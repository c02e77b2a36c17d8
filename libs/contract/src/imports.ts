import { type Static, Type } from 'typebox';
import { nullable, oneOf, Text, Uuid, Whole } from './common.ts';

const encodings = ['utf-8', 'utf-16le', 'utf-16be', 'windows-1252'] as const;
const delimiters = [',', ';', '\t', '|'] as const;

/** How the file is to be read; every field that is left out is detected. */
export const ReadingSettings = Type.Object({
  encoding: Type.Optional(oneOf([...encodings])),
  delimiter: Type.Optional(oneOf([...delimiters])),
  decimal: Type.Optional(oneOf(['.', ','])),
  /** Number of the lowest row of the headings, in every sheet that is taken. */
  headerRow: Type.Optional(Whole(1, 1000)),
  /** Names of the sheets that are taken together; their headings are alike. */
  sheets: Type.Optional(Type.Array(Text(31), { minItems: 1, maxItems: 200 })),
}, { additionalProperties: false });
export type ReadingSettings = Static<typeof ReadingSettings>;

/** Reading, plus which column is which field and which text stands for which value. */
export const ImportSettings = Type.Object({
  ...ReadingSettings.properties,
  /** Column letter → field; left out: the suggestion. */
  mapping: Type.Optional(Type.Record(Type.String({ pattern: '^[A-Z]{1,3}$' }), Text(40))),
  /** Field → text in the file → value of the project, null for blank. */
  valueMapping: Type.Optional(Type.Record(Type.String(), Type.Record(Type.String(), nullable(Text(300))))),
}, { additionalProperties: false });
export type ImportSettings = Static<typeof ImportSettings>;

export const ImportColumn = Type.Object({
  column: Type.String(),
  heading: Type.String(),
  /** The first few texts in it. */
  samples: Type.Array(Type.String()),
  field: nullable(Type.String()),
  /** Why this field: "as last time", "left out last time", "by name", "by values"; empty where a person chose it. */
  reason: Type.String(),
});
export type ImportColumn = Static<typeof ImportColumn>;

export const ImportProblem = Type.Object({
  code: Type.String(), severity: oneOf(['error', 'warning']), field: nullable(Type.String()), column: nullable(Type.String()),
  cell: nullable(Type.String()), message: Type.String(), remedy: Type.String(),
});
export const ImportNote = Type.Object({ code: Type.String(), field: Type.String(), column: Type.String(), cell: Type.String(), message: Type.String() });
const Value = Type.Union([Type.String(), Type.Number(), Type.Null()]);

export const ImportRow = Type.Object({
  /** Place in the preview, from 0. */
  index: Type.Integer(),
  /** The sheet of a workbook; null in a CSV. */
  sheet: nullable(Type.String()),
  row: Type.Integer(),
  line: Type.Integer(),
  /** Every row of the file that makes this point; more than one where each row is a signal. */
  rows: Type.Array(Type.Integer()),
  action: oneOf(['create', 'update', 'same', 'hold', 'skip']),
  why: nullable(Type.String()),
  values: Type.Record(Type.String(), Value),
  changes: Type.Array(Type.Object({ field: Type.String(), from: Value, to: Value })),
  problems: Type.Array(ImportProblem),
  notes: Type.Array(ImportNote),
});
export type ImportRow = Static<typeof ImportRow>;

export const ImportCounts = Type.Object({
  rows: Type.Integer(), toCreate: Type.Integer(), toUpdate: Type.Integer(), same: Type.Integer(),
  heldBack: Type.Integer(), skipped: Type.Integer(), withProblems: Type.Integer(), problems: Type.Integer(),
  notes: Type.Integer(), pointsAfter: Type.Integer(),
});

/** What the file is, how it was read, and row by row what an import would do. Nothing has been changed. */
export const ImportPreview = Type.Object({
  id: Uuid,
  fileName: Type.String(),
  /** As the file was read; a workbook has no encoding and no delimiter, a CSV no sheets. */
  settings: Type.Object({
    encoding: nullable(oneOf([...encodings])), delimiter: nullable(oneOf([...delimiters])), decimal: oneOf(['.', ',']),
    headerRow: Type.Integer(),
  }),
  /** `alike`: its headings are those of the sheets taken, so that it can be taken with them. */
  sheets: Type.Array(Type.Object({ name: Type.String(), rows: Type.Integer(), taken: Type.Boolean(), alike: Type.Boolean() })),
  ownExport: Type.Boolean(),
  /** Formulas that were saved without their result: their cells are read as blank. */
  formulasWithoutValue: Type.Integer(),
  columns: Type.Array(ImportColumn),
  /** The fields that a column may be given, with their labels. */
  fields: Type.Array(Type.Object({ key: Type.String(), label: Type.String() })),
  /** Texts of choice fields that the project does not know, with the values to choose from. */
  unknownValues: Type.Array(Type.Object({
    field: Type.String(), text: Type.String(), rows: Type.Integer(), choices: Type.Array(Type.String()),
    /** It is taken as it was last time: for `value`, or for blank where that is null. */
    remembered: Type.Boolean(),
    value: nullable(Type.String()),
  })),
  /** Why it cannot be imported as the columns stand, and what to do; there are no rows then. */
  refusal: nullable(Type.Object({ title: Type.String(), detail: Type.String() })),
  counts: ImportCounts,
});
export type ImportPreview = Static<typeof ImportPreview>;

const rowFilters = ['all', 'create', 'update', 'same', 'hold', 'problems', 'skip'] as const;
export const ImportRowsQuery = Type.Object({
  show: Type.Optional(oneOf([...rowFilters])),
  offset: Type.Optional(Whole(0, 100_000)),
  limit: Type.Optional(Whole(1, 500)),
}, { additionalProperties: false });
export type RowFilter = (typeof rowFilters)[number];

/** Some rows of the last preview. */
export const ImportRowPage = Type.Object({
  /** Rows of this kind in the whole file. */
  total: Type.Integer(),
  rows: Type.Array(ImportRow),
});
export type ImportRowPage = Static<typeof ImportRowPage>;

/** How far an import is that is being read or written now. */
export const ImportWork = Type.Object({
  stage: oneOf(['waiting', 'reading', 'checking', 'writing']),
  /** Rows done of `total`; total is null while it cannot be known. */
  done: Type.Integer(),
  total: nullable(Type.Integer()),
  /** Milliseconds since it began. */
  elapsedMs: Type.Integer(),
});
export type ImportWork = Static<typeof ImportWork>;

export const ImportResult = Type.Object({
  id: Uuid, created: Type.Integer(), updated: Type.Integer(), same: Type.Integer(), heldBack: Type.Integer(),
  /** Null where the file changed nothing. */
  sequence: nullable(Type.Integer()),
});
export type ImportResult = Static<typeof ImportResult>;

**WHAT YOU NEED TO DO**
For this exercise, restate every record word for word.

**SOLUTION TO THIS EXERCISE**
repository c02e77b2a36c17d8
filename libs/contract/src/imports.ts
import { type Static, Type } from 'typebox';
import { nullable, oneOf, Text, Uuid, Whole } from './common.ts';

const encodings = ['utf-8', 'utf-16le', 'utf-16be', 'windows-1252'] as const;
const delimiters = [',', ';', '\t', '|'] as const;

/** How the file is to be read; every field that is left out is detected. */
export const ReadingSettings = Type.Object({
  encoding: Type.Optional(oneOf([...encodings])),
  delimiter: Type.Optional(oneOf([...delimiters])),
  decimal: Type.Optional(oneOf(['.', ','])),
  /** Number of the lowest row of the headings, in every sheet that is taken. */
  headerRow: Type.Optional(Whole(1, 1000)),
  /** Names of the sheets that are taken together; their headings are alike. */
  sheets: Type.Optional(Type.Array(Text(31), { minItems: 1, maxItems: 200 })),
}, { additionalProperties: false });
export type ReadingSettings = Static<typeof ReadingSettings>;

/** Reading, plus which column is which field and which text stands for which value. */
export const ImportSettings = Type.Object({
  ...ReadingSettings.properties,
  /** Column letter → field; left out: the suggestion. */
  mapping: Type.Optional(Type.Record(Type.String({ pattern: '^[A-Z]{1,3}$' }), Text(40))),
  /** Field → text in the file → value of the project, null for blank. */
  valueMapping: Type.Optional(Type.Record(Type.String(), Type.Record(Type.String(), nullable(Text(300))))),
}, { additionalProperties: false });
export type ImportSettings = Static<typeof ImportSettings>;

export const ImportColumn = Type.Object({
  column: Type.String(),
  heading: Type.String(),
  /** The first few texts in it. */
  samples: Type.Array(Type.String()),
  field: nullable(Type.String()),
  /** Why this field: "as last time", "left out last time", "by name", "by values"; empty where a person chose it. */
  reason: Type.String(),
});
export type ImportColumn = Static<typeof ImportColumn>;

export const ImportProblem = Type.Object({
  code: Type.String(), severity: oneOf(['error', 'warning']), field: nullable(Type.String()), column: nullable(Type.String()),
  cell: nullable(Type.String()), message: Type.String(), remedy: Type.String(),
});
export const ImportNote = Type.Object({ code: Type.String(), field: Type.String(), column: Type.String(), cell: Type.String(), message: Type.String() });
const Value = Type.Union([Type.String(), Type.Number(), Type.Null()]);

export const ImportRow = Type.Object({
  /** Place in the preview, from 0. */
  index: Type.Integer(),
  /** The sheet of a workbook; null in a CSV. */
  sheet: nullable(Type.String()),
  row: Type.Integer(),
  line: Type.Integer(),
  /** Every row of the file that makes this point; more than one where each row is a signal. */
  rows: Type.Array(Type.Integer()),
  action: oneOf(['create', 'update', 'same', 'hold', 'skip']),
  why: nullable(Type.String()),
  values: Type.Record(Type.String(), Value),
  changes: Type.Array(Type.Object({ field: Type.String(), from: Value, to: Value })),
  problems: Type.Array(ImportProblem),
  notes: Type.Array(ImportNote),
});
export type ImportRow = Static<typeof ImportRow>;

export const ImportCounts = Type.Object({
  rows: Type.Integer(), toCreate: Type.Integer(), toUpdate: Type.Integer(), same: Type.Integer(),
  heldBack: Type.Integer(), skipped: Type.Integer(), withProblems: Type.Integer(), problems: Type.Integer(),
  notes: Type.Integer(), pointsAfter: Type.Integer(),
});

/** What the file is, how it was read, and row by row what an import would do. Nothing has been changed. */
export const ImportPreview = Type.Object({
  id: Uuid,
  fileName: Type.String(),
  /** As the file was read; a workbook has no encoding and no delimiter, a CSV no sheets. */
  settings: Type.Object({
    encoding: nullable(oneOf([...encodings])), delimiter: nullable(oneOf([...delimiters])), decimal: oneOf(['.', ',']),
    headerRow: Type.Integer(),
  }),
  /** `alike`: its headings are those of the sheets taken, so that it can be taken with them. */
  sheets: Type.Array(Type.Object({ name: Type.String(), rows: Type.Integer(), taken: Type.Boolean(), alike: Type.Boolean() })),
  ownExport: Type.Boolean(),
  /** Formulas that were saved without their result: their cells are read as blank. */
  formulasWithoutValue: Type.Integer(),
  columns: Type.Array(ImportColumn),
  /** The fields that a column may be given, with their labels. */
  fields: Type.Array(Type.Object({ key: Type.String(), label: Type.String() })),
  /** Texts of choice fields that the project does not know, with the values to choose from. */
  unknownValues: Type.Array(Type.Object({
    field: Type.String(), text: Type.String(), rows: Type.Integer(), choices: Type.Array(Type.String()),
    /** It is taken as it was last time: for `value`, or for blank where that is null. */
    remembered: Type.Boolean(),
    value: nullable(Type.String()),
  })),
  /** Why it cannot be imported as the columns stand, and what to do; there are no rows then. */
  refusal: nullable(Type.Object({ title: Type.String(), detail: Type.String() })),
  counts: ImportCounts,
});
export type ImportPreview = Static<typeof ImportPreview>;

const rowFilters = ['all', 'create', 'update', 'same', 'hold', 'problems', 'skip'] as const;
export const ImportRowsQuery = Type.Object({
  show: Type.Optional(oneOf([...rowFilters])),
  offset: Type.Optional(Whole(0, 100_000)),
  limit: Type.Optional(Whole(1, 500)),
}, { additionalProperties: false });
export type RowFilter = (typeof rowFilters)[number];

/** Some rows of the last preview. */
export const ImportRowPage = Type.Object({
  /** Rows of this kind in the whole file. */
  total: Type.Integer(),
  rows: Type.Array(ImportRow),
});
export type ImportRowPage = Static<typeof ImportRowPage>;

/** How far an import is that is being read or written now. */
export const ImportWork = Type.Object({
  stage: oneOf(['waiting', 'reading', 'checking', 'writing']),
  /** Rows done of `total`; total is null while it cannot be known. */
  done: Type.Integer(),
  total: nullable(Type.Integer()),
  /** Milliseconds since it began. */
  elapsedMs: Type.Integer(),
});
export type ImportWork = Static<typeof ImportWork>;

export const ImportResult = Type.Object({
  id: Uuid, created: Type.Integer(), updated: Type.Integer(), same: Type.Integer(), heldBack: Type.Integer(),
  /** Null where the file changed nothing. */
  sequence: nullable(Type.Integer()),
});
export type ImportResult = Static<typeof ImportResult>;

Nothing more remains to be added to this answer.